EXERCISE GOAL:
Copy, from the data below, each line that has the word "process".

%%

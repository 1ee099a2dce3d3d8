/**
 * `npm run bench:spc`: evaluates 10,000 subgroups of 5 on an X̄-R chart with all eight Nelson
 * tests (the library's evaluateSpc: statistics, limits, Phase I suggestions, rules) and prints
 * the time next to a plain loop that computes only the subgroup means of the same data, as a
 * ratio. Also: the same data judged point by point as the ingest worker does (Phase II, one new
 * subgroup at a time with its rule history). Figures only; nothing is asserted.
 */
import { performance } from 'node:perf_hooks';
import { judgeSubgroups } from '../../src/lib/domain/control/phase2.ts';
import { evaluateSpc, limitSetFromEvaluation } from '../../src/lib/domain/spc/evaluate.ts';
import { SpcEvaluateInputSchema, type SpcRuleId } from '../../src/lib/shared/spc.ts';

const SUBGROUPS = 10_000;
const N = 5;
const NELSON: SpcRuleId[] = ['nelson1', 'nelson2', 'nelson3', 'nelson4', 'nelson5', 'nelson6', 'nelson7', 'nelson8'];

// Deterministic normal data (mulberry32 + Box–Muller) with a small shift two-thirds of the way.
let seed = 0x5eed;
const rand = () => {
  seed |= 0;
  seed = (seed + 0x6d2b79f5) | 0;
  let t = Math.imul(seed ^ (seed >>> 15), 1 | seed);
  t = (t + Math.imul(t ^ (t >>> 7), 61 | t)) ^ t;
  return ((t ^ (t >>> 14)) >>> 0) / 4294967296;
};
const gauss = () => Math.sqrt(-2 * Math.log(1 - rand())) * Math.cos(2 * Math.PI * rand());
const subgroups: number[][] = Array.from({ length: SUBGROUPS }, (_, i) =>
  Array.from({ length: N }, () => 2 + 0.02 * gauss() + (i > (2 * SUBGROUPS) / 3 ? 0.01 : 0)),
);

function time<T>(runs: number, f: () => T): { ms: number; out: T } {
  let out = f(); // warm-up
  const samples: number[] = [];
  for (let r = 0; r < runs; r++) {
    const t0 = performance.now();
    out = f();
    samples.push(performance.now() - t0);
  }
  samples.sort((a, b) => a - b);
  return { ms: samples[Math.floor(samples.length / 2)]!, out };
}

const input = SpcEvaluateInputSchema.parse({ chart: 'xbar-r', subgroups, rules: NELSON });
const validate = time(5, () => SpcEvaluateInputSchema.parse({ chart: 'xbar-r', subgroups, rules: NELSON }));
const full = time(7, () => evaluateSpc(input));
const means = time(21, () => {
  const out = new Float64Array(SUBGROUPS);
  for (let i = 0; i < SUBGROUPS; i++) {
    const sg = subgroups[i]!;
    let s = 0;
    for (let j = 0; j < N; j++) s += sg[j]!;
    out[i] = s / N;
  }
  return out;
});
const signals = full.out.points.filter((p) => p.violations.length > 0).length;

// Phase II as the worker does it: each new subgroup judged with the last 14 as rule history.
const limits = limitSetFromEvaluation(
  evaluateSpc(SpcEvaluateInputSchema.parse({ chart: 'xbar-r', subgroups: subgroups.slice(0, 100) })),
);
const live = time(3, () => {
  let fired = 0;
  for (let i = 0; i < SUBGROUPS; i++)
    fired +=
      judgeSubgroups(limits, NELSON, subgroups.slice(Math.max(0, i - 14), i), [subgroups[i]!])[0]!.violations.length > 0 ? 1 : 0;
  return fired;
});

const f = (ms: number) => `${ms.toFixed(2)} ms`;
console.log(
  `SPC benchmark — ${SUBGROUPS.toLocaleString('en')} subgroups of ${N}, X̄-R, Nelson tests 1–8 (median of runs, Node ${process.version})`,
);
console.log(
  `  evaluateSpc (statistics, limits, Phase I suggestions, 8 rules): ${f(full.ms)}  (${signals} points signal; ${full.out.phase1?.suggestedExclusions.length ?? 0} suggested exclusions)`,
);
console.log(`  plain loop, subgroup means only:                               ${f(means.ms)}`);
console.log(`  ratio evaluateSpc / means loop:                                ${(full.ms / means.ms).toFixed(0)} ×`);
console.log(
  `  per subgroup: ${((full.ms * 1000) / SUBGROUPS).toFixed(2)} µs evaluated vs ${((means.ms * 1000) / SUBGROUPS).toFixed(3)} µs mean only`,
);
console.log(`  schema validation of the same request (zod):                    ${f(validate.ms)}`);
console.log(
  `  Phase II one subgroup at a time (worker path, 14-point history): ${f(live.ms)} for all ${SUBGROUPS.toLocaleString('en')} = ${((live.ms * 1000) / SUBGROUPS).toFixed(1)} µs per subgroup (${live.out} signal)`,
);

%%
%%

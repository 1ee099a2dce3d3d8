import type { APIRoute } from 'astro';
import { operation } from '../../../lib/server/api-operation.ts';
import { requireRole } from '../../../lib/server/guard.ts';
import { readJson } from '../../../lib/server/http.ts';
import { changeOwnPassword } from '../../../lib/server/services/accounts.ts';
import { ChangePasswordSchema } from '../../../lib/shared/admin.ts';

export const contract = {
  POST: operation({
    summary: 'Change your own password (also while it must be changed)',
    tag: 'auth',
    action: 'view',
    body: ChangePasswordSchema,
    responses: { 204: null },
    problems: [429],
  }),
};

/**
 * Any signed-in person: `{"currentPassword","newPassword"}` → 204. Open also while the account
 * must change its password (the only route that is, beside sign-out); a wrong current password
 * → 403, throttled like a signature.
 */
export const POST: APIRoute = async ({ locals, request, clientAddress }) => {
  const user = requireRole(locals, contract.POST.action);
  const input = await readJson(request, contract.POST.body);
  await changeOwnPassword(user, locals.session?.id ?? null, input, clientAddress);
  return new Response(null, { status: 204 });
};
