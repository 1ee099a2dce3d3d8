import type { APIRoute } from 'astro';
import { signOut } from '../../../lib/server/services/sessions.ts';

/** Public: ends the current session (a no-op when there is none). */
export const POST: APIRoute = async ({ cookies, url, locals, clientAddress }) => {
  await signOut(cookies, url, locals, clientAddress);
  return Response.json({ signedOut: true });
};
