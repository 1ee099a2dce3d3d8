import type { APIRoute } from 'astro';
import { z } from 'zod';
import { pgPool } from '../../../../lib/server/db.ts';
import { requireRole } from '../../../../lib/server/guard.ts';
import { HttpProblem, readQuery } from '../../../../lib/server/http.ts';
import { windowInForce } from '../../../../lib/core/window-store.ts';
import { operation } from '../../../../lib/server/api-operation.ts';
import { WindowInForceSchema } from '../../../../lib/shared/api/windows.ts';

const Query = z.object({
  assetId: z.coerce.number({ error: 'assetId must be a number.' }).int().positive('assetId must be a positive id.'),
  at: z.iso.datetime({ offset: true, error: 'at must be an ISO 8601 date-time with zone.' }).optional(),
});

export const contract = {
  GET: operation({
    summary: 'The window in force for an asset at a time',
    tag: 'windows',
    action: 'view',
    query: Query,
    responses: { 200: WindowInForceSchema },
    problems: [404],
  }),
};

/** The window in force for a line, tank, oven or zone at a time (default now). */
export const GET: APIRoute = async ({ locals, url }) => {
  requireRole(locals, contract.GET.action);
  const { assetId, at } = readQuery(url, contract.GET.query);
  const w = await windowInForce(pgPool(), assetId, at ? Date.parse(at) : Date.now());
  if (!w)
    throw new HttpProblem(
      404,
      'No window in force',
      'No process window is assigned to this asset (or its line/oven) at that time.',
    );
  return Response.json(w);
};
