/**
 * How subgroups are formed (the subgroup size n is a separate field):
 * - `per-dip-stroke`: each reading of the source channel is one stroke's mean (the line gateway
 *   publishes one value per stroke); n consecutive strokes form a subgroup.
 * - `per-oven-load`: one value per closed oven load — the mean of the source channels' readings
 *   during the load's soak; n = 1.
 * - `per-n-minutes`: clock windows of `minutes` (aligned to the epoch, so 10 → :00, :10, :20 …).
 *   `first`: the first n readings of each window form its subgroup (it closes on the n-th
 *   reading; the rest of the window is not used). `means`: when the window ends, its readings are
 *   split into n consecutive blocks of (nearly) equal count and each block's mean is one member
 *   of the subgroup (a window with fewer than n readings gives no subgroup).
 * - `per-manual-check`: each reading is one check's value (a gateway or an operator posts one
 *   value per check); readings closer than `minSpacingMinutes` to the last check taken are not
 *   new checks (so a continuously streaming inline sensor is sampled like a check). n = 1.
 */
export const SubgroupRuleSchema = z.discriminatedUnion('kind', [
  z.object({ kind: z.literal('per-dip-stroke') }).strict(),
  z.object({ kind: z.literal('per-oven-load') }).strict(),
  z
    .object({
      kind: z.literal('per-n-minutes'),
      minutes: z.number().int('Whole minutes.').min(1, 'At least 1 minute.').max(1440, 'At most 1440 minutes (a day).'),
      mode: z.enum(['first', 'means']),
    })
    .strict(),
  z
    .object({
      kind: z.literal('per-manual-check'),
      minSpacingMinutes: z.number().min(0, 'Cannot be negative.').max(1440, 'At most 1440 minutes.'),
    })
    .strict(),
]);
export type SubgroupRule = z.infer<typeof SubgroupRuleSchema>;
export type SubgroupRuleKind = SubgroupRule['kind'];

%%

SOLUTION TO THIS EXERCISE:
  `SPC benchmark — ${SUBGROUPS.toLocaleString('en')} subgroups of ${N}, X̄-R, Nelson tests 1–8 (median of runs, Node ${process.version})`,
      'No process window is assigned to this asset (or its line/oven) at that time.',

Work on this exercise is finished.